=== Section Start ===

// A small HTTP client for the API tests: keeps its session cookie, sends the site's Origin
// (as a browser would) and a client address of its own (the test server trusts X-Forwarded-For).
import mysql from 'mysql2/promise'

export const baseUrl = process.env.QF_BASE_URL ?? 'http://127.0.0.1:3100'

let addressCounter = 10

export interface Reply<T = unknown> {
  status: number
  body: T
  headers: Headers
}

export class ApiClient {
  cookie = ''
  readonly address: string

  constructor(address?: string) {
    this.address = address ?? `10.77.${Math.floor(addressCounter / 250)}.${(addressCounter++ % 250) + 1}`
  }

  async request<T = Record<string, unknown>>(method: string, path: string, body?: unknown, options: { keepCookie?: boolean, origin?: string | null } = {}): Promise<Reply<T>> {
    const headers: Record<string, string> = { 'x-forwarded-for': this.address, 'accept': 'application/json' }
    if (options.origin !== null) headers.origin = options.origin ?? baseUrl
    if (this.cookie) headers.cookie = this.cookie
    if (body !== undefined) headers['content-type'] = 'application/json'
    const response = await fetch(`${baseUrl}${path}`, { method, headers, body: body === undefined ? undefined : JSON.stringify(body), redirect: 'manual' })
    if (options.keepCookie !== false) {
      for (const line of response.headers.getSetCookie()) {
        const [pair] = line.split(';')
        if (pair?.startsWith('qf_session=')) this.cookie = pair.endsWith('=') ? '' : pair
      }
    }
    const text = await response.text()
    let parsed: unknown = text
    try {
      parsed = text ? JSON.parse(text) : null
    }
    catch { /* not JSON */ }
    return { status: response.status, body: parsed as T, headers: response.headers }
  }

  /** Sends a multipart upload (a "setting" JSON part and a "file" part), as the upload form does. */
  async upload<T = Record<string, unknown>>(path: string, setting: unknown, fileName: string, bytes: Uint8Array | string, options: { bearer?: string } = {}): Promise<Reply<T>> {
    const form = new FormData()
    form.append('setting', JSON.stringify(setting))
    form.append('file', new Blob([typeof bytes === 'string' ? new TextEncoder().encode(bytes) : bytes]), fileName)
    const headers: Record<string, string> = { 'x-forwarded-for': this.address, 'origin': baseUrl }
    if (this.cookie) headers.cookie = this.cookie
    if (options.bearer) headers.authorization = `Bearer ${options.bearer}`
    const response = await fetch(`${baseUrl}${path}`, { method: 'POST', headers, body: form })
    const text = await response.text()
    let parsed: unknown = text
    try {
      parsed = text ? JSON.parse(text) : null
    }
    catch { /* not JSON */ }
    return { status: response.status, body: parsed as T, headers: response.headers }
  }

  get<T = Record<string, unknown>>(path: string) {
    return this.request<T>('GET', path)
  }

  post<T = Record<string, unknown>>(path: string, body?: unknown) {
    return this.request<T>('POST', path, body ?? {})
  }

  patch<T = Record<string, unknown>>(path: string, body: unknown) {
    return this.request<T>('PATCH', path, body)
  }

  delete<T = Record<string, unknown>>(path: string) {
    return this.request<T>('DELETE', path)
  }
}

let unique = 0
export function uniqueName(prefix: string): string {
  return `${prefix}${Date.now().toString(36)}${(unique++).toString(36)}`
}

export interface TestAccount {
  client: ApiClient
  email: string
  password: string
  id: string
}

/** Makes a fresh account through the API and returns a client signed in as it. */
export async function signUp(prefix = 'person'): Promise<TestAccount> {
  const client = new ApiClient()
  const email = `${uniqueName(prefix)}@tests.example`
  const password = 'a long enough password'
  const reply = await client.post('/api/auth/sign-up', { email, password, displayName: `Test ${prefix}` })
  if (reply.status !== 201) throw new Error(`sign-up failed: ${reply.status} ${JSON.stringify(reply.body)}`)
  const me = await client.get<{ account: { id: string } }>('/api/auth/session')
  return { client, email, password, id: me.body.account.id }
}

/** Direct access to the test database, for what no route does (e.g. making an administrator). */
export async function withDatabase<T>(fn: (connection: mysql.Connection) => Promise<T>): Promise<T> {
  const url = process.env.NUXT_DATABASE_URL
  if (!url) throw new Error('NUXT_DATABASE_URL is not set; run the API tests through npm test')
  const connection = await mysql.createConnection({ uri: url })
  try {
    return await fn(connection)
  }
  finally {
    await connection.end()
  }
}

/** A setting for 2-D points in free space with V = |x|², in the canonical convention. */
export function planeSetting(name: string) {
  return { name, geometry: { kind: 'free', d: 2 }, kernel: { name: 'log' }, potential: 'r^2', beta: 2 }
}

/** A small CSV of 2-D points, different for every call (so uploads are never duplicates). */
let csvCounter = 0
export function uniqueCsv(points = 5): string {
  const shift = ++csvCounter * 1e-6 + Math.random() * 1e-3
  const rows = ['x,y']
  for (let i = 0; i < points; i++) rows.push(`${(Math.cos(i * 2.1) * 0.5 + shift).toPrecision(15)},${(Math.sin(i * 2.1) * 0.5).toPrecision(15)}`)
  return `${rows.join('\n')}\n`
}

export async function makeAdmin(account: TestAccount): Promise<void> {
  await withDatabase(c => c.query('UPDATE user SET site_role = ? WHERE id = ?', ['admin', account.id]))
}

=== Section End ===
=== Section Start ===

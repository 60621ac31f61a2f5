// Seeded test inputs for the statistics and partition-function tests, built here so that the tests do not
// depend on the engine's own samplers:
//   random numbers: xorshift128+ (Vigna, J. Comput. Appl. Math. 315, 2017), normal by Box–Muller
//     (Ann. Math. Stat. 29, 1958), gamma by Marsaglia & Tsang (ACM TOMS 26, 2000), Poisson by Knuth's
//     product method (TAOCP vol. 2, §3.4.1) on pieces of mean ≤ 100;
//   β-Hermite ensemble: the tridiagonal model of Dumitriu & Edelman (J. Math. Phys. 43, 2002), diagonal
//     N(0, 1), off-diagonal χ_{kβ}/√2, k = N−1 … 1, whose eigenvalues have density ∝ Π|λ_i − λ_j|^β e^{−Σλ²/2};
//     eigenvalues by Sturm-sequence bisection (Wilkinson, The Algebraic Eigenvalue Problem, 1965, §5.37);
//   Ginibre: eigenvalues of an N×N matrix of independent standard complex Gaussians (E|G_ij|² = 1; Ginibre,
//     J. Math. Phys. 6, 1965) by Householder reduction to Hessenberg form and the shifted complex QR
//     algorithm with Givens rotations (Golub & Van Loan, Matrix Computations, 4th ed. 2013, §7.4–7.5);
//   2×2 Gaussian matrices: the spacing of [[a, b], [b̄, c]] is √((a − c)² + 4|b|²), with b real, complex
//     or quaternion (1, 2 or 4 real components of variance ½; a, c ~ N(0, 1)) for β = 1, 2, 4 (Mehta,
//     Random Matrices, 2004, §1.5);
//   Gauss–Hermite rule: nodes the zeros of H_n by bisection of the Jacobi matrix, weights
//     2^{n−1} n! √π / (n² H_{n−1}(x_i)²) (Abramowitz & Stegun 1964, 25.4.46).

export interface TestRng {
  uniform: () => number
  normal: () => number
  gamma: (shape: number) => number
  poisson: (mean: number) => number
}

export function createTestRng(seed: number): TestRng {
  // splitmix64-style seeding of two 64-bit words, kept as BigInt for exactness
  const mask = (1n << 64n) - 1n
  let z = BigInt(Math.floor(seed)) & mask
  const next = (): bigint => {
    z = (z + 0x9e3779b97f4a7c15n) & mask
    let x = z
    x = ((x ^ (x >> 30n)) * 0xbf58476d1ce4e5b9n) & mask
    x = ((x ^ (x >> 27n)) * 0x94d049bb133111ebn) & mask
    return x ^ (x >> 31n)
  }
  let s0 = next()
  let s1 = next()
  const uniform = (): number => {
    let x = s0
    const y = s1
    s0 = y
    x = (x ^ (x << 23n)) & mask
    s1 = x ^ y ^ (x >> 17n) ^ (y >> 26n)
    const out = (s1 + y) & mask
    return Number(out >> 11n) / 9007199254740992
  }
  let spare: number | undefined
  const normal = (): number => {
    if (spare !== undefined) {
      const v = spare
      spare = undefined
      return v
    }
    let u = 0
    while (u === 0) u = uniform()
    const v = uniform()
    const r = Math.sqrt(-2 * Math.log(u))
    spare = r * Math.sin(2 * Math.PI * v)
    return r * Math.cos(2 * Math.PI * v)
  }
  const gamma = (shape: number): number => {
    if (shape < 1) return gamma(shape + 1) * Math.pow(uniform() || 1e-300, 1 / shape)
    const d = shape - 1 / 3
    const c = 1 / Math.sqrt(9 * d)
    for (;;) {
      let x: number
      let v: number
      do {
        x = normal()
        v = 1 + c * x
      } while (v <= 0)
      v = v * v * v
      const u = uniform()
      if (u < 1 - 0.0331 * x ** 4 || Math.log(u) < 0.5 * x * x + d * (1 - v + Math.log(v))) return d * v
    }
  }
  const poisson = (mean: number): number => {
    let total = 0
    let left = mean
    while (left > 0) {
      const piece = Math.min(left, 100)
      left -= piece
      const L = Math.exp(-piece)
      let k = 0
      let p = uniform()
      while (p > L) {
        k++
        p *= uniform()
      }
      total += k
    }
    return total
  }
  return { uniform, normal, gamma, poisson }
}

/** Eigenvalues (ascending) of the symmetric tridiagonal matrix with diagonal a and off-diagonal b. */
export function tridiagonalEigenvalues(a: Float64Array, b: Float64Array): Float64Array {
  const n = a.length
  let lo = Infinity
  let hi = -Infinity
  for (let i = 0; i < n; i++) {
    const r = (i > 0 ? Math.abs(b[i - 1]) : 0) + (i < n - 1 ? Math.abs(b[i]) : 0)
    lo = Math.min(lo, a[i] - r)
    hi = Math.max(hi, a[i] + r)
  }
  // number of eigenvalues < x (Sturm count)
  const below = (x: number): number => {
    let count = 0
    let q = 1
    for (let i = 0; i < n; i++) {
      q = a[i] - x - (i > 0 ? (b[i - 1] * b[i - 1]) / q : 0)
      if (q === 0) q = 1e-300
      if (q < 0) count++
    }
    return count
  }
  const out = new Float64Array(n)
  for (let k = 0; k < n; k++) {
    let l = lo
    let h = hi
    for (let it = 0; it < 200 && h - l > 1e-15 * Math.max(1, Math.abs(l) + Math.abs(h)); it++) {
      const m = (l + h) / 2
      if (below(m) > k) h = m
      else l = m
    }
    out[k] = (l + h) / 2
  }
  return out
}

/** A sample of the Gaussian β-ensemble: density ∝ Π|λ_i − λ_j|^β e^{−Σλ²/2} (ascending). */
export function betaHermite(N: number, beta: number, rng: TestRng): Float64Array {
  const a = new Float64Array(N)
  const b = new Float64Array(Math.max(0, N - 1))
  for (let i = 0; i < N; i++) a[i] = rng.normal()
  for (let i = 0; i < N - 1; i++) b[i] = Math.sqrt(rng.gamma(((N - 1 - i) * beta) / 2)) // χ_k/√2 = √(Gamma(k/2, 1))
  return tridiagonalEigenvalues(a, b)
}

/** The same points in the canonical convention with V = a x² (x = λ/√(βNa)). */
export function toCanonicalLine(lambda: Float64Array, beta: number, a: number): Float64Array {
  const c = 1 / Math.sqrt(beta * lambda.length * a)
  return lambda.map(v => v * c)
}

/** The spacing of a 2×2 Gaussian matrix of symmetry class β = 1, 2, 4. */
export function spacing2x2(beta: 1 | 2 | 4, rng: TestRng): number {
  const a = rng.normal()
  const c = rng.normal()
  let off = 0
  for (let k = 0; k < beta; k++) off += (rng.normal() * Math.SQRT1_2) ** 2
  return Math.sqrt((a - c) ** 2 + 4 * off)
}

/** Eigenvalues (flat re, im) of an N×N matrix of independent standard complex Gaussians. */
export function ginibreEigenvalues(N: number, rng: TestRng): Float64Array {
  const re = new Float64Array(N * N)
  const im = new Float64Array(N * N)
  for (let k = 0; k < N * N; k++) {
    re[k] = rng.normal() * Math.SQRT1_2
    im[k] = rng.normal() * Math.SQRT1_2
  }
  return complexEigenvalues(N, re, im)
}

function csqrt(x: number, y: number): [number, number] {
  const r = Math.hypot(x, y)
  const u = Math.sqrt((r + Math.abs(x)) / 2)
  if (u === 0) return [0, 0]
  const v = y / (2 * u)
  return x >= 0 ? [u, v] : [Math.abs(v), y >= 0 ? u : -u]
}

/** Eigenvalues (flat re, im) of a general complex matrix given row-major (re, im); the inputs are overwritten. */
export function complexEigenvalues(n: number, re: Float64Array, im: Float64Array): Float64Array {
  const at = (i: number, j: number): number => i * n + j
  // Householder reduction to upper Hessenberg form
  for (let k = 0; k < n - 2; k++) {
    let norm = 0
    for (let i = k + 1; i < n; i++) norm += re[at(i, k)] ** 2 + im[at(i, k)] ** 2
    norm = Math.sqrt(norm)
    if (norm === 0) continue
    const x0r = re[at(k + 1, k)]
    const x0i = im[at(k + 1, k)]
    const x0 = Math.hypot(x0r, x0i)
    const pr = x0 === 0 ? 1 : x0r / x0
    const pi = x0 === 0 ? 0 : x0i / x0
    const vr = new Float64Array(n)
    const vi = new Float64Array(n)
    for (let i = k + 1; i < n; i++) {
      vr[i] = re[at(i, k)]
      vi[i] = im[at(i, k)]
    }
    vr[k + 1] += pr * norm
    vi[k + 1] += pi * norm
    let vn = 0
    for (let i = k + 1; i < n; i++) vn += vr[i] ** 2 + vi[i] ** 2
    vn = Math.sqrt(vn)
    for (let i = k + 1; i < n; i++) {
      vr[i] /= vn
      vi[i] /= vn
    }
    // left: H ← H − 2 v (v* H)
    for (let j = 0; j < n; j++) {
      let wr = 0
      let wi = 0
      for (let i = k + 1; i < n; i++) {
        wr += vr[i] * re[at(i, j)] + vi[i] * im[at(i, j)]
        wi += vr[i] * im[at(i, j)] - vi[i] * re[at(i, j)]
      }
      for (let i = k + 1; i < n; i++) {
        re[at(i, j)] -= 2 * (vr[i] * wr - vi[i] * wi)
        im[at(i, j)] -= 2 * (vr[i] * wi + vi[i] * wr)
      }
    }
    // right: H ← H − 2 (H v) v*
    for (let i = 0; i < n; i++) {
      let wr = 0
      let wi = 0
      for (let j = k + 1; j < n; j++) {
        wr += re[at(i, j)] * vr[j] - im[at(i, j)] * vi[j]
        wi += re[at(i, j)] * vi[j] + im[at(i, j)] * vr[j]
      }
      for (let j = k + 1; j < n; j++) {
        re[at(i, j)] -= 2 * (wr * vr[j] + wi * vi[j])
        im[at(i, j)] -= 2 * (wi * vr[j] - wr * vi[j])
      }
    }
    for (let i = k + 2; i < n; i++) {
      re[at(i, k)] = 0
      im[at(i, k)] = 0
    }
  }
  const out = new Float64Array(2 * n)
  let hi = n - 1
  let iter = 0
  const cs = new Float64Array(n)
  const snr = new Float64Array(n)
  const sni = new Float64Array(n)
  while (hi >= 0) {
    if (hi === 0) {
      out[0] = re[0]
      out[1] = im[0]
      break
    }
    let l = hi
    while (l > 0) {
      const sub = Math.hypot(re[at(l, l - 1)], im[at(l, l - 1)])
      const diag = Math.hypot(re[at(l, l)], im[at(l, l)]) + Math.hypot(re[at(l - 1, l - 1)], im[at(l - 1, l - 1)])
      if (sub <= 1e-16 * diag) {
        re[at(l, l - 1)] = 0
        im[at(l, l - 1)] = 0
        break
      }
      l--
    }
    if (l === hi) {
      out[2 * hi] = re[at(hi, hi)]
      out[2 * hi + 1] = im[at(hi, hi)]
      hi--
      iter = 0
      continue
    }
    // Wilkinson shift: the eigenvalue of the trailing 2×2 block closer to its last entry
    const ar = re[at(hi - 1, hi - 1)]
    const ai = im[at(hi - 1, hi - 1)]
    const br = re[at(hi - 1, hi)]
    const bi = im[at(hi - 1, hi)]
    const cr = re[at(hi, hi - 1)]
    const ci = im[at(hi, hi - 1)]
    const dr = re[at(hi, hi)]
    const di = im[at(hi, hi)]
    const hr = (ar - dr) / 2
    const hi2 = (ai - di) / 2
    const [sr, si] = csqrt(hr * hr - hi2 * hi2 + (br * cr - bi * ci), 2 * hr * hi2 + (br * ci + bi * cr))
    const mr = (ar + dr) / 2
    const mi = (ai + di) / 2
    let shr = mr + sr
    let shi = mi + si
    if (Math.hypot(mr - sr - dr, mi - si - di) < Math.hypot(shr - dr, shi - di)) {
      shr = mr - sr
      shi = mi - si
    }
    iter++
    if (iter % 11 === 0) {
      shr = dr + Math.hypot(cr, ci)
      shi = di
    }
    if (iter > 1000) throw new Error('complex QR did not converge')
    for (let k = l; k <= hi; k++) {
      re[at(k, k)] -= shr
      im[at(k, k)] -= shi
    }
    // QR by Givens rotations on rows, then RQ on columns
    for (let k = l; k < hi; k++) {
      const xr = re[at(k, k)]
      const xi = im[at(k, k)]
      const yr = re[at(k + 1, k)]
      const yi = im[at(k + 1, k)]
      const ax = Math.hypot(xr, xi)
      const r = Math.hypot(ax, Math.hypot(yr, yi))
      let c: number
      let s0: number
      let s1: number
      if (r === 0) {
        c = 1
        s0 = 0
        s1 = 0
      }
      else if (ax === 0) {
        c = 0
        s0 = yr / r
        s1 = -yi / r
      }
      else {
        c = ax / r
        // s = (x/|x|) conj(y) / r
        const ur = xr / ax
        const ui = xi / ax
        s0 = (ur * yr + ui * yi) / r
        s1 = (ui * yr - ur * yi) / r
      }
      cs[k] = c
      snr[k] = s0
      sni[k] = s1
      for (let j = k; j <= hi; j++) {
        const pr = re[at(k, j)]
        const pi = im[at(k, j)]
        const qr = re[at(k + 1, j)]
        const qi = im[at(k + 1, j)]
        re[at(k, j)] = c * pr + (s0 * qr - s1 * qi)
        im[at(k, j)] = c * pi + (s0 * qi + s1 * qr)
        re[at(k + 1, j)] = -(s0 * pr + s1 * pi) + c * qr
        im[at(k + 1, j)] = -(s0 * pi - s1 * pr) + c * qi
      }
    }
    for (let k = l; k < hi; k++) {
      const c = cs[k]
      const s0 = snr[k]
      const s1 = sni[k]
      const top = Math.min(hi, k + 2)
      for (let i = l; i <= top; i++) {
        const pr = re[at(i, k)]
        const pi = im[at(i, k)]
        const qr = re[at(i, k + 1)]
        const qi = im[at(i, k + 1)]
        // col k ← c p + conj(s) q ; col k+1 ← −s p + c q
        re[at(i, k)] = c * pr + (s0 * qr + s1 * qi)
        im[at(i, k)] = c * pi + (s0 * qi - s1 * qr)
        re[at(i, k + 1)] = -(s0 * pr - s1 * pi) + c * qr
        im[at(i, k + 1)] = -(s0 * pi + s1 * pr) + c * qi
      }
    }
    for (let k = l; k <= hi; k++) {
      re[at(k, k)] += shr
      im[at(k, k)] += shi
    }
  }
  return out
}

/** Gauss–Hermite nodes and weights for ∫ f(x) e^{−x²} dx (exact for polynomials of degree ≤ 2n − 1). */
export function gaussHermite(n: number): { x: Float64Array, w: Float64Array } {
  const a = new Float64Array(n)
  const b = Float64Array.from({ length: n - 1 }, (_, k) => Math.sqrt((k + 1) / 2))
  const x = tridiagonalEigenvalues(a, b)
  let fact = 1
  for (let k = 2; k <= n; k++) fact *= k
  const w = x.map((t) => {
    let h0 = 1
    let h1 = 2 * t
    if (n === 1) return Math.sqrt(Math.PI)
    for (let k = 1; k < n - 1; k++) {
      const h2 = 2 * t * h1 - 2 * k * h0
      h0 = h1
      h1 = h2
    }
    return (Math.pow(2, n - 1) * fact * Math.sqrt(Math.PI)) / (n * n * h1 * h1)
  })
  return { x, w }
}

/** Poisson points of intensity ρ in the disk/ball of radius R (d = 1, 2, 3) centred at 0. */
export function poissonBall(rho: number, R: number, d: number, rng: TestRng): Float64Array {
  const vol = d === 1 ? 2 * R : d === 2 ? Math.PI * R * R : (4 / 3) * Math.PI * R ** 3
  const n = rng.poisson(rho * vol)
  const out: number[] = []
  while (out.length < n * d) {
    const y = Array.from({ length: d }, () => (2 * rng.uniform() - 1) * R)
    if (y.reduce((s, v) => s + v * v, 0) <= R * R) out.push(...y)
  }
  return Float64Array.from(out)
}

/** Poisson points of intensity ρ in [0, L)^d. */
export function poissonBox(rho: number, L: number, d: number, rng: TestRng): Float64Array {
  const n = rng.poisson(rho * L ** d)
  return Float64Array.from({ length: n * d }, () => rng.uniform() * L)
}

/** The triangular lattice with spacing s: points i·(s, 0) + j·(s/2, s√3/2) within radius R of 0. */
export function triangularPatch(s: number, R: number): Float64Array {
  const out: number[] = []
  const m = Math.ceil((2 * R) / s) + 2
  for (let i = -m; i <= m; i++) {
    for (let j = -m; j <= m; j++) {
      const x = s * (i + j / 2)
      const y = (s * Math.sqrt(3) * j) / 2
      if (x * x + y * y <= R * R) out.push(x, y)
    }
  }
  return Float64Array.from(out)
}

=== Section End ===
=== Section Start ===

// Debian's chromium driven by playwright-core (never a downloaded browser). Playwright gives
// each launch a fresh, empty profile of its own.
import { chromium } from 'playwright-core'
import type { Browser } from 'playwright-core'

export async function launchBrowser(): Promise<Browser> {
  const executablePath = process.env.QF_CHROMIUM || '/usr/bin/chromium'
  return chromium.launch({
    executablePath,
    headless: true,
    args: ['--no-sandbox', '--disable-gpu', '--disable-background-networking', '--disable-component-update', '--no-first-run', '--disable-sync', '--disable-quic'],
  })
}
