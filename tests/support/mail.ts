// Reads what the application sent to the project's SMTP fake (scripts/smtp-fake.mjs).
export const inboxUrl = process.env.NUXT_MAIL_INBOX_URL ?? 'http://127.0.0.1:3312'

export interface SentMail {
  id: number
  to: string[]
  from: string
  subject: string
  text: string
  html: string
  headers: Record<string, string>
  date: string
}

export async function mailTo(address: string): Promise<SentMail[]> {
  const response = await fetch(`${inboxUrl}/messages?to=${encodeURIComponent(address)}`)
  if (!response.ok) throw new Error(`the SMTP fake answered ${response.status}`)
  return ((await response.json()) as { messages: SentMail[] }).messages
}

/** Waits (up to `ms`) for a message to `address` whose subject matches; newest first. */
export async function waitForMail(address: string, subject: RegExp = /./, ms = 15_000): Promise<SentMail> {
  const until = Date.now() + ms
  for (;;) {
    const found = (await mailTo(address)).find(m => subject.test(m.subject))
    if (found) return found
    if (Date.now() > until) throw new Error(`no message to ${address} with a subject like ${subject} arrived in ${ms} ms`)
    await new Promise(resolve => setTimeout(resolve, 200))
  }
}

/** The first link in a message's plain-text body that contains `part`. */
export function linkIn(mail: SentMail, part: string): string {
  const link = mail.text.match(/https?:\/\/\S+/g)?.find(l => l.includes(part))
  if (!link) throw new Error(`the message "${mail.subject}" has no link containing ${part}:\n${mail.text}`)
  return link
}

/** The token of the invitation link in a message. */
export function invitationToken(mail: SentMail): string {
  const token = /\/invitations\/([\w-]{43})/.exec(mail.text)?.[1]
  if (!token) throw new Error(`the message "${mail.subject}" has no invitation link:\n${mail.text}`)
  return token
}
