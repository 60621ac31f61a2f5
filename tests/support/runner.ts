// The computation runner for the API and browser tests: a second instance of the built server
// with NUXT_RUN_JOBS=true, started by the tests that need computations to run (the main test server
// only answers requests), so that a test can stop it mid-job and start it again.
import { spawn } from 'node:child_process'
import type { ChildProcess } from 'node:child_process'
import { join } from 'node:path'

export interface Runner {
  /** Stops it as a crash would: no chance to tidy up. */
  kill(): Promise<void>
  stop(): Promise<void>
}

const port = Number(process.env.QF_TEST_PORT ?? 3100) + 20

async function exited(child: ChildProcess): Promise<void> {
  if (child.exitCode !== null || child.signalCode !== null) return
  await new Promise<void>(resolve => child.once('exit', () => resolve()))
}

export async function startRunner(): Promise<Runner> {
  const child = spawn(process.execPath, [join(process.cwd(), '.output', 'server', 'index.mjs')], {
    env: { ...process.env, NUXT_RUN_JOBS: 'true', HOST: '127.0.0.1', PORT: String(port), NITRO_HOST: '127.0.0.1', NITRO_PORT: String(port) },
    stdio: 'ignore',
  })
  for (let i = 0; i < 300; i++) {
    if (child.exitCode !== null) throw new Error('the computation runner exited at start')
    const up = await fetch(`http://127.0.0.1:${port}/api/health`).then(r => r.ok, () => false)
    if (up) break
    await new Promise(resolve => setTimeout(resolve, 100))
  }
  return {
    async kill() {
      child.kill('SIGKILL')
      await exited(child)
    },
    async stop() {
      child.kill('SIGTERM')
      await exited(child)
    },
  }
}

=== Section End ===

> _Try it_
Which lines above hold the string "undefined"? Please copy all of them.

> _Exercise output_
    if (body !== undefined) headers['content-type'] = 'application/json'
    const response = await fetch(`${baseUrl}${path}`, { method, headers, body: body === undefined ? undefined : JSON.stringify(body), redirect: 'manual' })
  let spare: number | undefined
    if (spare !== undefined) {
      spare = undefined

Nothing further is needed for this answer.